The 16th conference of parties to the UN Convention on Biological Diversity in the Colombian city of Cali later this month will be the first since the landmark COP15 in Montreal two years ago that yielded a Global Biodiversity Framework, an agreement to place 30% of land and sea under conservation status and begin restoring 30% of degraded ecosystems by 2030.

But less than three weeks ahead of the meeting, environmental groups were outraged when the EU yielded to pressure from business groups and trading partners – notably the US and Brazil –  calling for a delay to the law, which requires proof that no forests were cleared in the production of a range of goods from coffee to beef and timber in exchange for access to the EU market.

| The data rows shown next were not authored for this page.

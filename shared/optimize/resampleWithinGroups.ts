/**
 * Stratified resampling with replacement: every group (stratum) keeps its size
 * and is refilled by draws from its own members only (Davison & Hinkley,
 * Bootstrap Methods and their Application, 1997, §3.2, stratified sampling).
 * In a rate trial the strata are the rates, so every resample keeps the design.
 */
import type { SeededRandom } from './seededRandom';

/** Members of each group, packed: group g owns members[starts[g]] … members[starts[g + 1] − 1]. */
export interface Strata {
  members: Int32Array;
  starts: Int32Array;
}

/**
 * Packs group labels into strata.
 * @param groupOf - group index (0 … groups − 1) of each item
 * @param groups - number of groups
 * @returns the packed strata, items in input order within each group
 * @example
 * strataOf(new Int32Array([1, 0, 1]), 2) // members [1, 0, 2], starts [0, 1, 3]
 */
export function strataOf(groupOf: Int32Array, groups: number): Strata {
  const starts = new Int32Array(groups + 1);
  for (let i = 0; i < groupOf.length; i++) starts[groupOf[i] + 1]++;
  for (let g = 0; g < groups; g++) starts[g + 1] += starts[g];
  const fill = starts.slice(0, groups);
  const members = new Int32Array(groupOf.length);
  for (let i = 0; i < groupOf.length; i++) members[fill[groupOf[i]]++] = i;
  return { members, starts };
}

/**
 * Draws one stratified resample: out[k] is the item that fills position k of the
 * packed strata (position k belongs to the same group as members[k]).
 * @param strata - from strataOf
 * @param random - a seeded generator
 * @param out - receives item indices, length = members.length
 * @example
 * resampleWithinGroups(strataOf(groupOf, m), seededRandom(1), out)
 * @returns nothing; `out` is filled
 */
export function resampleWithinGroups(strata: Strata, random: SeededRandom, out: Int32Array): void {
  const { members, starts } = strata;
  for (let g = 0; g + 1 < starts.length; g++) {
    const from = starts[g];
    const size = starts[g + 1] - from;
    for (let k = 0; k < size; k++) out[from + k] = members[from + random.nextInt(size)];
  }
}
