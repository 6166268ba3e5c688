/**
 * A small seeded pseudo-random generator, so a bootstrap gives the same numbers
 * every time for the same seed (reports must be reproducible). xoshiro128**
 * (Blackman & Vigna, "Scrambled linear pseudorandom number generators", ACM
 * TOMS 47, 2021), its 128-bit state filled from the seed by splitmix32 so that
 * nearby seeds give unrelated streams. Not for cryptography.
 */

export interface SeededRandom {
  /** A uniform number in [0, 1) with 32 random bits. */
  next: () => number;
  /** A uniform integer in [0, n) (n ≥ 1), by rejection, so without modulo bias. */
  nextInt: (n: number) => number;
}

/**
 * Creates a generator from a seed.
 * @param seed - any finite number; its integer part (mod 2³²) is used
 * @returns the generator
 * @example
 * const r = seededRandom(42); r.nextInt(6) // the same value on every run
 */
export function seededRandom(seed: number): SeededRandom {
  let z = Math.trunc(seed) >>> 0;
  const splitmix = (): number => {
    z = (z + 0x9e3779b9) >>> 0;
    let t = z;
    t = Math.imul(t ^ (t >>> 16), 0x85ebca6b);
    t = Math.imul(t ^ (t >>> 13), 0xc2b2ae35);
    return (t ^ (t >>> 16)) >>> 0;
  };
  let s0 = splitmix();
  let s1 = splitmix();
  let s2 = splitmix();
  let s3 = splitmix();
  if ((s0 | s1 | s2 | s3) === 0) s0 = 1; // the all-zero state is a fixed point
  const nextUint = (): number => {
    const result = Math.imul(rotl(Math.imul(s1, 5), 7), 9) >>> 0;
    const t = s1 << 9;
    s2 ^= s0;
    s3 ^= s1;
    s1 ^= s2;
    s0 ^= s3;
    s2 ^= t;
    s3 = rotl(s3, 11);
    return result;
  };
  return {
    next: () => nextUint() / 4294967296,
    nextInt: (n: number) => {
      // Largest multiple of n below 2³²: draws at or above it are redrawn.
      const limit = 4294967296 - (4294967296 % n);
      let u = nextUint();
      while (u >= limit) u = nextUint();
      return u % n;
    },
  };
}

function rotl(x: number, k: number): number {
  return (x << k) | (x >>> (32 - k));
}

“What you’ve seen today is a recognition of the fact that more work in collaboration with partners is needed to make sure this regulation actually has the desired impact,” said Hugo Schally, who heads the EU’s negotiating team, just hours after the Commission announced the postponement on Wednesday.

“With regard to our credibility, one thing I would like to point out is that that we are – with regard to our overall work programme related to nature and biodiversity – on track,” Schally said at a discussion in Brussels, pointing to the entry into force last month of the hotly debated Nature Restoration Law.

“I think that [law] will demonstrate that we are ready to do at the European level what we hope everybody will do at the global level in achieving the targets of the global biodiversity framework,” the EU official added.

After facing further criticism Thursday over the decision to postpone the deforestation law while briefing members of the European Parliament’s environment committee, Schally said: “Make no mistake, the delay…does not change [any of the] fundamental obligations.”

The adoption of the Nature Restoration Law had been “watched very carefully” across the globe,” Schally noted. “If we had not adopted it, we would have lost much of our credibility internationally,” he told MEPs.

Speakers at yesterday’s event hosted by the United Nations, European Commission and Colombian diplomats, stressed the inextricable link between biodiversity loss and climate changewhich is the subject of a different UN ‘COP’, the COP29 climate summit in Baku, Azerbaijan, in November.

Colombia – which wants to push biodiversity up the global agenda alongside climate – is expecting a dozen heads of state, among them Brazil’s President Luiz Inacio Lula da Silva, and over a hundred environment ministers to attend the summit, which it has designated as an opportunity for the world to make “peace with nature”.

A key issue for this year’s biodiversity COP president is the fair sharing of the benefits of genetic resources, specifically the digital sequence information of plants in biodiverse ecosystems that could have applications in biotechnology and medicine, said Camila Polo Florez, Colombia’s chargé d’affaires in Brussels.

Florez pointed to a partnership launched by Colombia and Germany at the last summit in December 2022 that aims to help developing countries implement the National Biodiversity Strategies and Action Plans (NBSAP) that parties to the global framework have to elaborate and now counts France, Spain, Canada and China among its members.

The issue of finance will, as in the parallel climate negotiations, be a thorny but central issue in Cali. Under the GBF, resources provided by developed to developing countries must reach $20 billion per year by 2025 and $30 billion by 2030.

In a video message to the event, the head of the Commission’s environment directorate, Florika Fink-Hooijer, said the EU was ready to pay its share. “We are keeping to our commitment to double external financing for biodiversity,” she said, referring to a decision dating from a year before the Montreal agreement to stump up €7 billion of the EU’s 2021-2027 budget.